(Stored data)
+-------+

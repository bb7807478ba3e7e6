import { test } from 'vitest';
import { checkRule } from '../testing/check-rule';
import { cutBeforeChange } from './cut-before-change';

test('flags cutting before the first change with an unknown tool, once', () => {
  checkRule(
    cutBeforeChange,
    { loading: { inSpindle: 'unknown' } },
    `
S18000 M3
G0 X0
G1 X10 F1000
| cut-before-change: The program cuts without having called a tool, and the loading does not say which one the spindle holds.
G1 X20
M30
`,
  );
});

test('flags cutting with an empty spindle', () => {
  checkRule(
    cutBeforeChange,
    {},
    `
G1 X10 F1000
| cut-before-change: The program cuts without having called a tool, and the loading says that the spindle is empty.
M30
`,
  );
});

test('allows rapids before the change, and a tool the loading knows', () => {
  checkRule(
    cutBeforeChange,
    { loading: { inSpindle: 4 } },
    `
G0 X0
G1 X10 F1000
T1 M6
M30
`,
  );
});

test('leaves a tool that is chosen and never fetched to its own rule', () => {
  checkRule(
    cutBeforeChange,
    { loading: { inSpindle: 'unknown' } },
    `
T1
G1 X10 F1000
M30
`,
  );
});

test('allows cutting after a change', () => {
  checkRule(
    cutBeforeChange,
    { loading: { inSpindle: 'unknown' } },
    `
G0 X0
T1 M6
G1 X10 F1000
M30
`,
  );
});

+-------+

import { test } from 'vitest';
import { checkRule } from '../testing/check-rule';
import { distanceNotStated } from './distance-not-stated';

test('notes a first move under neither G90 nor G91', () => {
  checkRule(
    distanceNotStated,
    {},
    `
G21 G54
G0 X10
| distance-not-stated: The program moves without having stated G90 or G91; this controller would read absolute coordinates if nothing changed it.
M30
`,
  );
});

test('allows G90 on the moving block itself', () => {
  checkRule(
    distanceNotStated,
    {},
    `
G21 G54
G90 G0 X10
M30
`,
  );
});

+-------+

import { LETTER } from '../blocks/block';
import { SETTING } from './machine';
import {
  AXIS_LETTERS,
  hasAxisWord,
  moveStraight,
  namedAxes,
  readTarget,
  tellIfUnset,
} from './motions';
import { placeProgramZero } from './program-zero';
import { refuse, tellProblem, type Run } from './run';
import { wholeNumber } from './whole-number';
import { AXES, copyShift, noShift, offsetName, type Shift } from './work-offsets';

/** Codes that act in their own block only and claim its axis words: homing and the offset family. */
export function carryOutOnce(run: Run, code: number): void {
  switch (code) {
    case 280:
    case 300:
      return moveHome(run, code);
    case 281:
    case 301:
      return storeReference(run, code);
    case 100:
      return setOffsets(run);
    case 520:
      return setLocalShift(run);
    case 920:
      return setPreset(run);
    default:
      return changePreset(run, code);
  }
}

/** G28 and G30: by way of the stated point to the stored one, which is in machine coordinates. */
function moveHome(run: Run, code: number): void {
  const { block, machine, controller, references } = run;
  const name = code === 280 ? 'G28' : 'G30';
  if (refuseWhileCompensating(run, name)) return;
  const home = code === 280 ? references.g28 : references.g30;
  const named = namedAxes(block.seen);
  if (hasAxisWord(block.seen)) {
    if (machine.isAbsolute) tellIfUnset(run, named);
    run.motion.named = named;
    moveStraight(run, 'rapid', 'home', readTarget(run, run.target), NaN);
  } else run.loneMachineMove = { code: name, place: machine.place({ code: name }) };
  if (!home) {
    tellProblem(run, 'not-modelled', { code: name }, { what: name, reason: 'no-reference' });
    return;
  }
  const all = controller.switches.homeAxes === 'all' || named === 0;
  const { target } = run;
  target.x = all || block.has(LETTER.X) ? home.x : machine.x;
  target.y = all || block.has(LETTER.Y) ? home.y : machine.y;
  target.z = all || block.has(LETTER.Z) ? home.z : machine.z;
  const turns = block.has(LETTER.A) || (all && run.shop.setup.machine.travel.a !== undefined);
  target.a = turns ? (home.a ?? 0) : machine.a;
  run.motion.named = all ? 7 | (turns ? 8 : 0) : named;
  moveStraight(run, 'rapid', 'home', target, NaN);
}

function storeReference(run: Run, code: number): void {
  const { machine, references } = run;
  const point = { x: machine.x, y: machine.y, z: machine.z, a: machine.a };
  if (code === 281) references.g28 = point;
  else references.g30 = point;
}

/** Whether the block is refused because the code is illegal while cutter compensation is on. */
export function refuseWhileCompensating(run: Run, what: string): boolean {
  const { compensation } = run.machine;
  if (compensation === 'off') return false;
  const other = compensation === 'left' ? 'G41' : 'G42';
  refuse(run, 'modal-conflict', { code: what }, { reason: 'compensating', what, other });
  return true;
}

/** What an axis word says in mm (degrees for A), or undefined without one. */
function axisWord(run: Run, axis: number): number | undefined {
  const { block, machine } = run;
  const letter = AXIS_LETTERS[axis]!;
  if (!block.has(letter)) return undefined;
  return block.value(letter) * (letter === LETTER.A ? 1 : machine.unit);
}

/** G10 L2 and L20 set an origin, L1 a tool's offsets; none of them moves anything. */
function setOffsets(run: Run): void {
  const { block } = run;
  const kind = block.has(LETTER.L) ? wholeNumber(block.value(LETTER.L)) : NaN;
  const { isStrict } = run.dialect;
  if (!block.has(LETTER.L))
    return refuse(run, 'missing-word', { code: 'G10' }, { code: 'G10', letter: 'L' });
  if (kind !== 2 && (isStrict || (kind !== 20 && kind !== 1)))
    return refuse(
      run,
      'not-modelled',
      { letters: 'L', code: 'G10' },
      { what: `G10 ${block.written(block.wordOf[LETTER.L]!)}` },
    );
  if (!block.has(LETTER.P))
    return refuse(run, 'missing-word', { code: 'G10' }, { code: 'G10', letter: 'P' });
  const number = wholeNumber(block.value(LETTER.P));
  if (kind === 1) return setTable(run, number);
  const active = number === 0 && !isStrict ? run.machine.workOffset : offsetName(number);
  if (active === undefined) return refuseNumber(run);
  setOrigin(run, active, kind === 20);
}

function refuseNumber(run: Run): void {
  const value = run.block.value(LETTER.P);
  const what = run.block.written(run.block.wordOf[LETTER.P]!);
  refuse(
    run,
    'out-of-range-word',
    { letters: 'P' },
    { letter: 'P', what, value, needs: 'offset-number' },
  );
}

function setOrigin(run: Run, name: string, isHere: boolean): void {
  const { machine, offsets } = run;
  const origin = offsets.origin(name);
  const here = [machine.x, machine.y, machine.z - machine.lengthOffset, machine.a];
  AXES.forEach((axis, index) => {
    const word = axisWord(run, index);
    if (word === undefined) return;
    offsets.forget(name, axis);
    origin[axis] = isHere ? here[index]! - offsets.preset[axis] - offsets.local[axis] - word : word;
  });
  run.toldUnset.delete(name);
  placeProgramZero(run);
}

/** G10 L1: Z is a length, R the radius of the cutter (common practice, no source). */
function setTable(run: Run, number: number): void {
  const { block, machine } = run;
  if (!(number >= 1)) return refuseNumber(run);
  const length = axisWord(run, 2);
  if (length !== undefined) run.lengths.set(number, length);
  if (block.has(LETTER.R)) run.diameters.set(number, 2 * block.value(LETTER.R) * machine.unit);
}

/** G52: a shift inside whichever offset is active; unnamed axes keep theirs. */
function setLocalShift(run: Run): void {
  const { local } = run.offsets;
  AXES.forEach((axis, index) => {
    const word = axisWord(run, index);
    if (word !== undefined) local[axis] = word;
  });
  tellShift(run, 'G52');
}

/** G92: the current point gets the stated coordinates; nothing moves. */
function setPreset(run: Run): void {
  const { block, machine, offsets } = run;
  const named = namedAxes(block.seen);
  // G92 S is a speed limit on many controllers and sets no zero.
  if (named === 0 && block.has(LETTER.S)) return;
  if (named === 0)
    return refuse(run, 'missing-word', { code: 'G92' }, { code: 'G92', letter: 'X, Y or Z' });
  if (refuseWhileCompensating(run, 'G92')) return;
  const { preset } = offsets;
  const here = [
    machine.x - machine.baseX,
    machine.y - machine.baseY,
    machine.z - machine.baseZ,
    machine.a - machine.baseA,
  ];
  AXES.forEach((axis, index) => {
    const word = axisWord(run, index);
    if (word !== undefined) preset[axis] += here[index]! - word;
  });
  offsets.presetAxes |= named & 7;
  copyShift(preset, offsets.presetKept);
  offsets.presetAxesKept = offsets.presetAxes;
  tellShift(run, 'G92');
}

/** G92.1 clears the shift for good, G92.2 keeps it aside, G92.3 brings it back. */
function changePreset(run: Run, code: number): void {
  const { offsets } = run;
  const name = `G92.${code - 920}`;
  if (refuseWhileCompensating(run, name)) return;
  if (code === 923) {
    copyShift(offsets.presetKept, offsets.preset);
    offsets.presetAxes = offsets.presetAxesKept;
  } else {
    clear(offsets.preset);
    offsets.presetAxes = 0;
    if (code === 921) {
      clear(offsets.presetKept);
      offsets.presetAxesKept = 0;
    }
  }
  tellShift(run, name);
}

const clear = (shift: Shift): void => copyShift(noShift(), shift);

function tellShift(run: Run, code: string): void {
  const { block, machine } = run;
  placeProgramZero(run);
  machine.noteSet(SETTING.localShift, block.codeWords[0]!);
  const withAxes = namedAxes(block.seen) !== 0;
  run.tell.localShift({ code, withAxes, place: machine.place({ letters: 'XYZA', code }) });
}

+-------+

Reproduce exactly the lines above from the line with "origin[axis] = isHere" to the line with "function setPreset(run: Run): void", including both, and add nothing.

    origin[axis] = isHere ? here[index]! - offsets.preset[axis] - offsets.local[axis] - word : word;
  });
  run.toldUnset.delete(name);
  placeProgramZero(run);
}

/** G10 L1: Z is a length, R the radius of the cutter (common practice, no source). */
function setTable(run: Run, number: number): void {
  const { block, machine } = run;
  if (!(number >= 1)) return refuseNumber(run);
  const length = axisWord(run, 2);
  if (length !== undefined) run.lengths.set(number, length);
  if (block.has(LETTER.R)) run.diameters.set(number, 2 * block.value(LETTER.R) * machine.unit);
}

/** G52: a shift inside whichever offset is active; unnamed axes keep theirs. */
function setLocalShift(run: Run): void {
  const { local } = run.offsets;
  AXES.forEach((axis, index) => {
    const word = axisWord(run, index);
    if (word !== undefined) local[axis] = word;
  });
  tellShift(run, 'G52');
}

/** G92: the current point gets the stated coordinates; nothing moves. */
function setPreset(run: Run): void {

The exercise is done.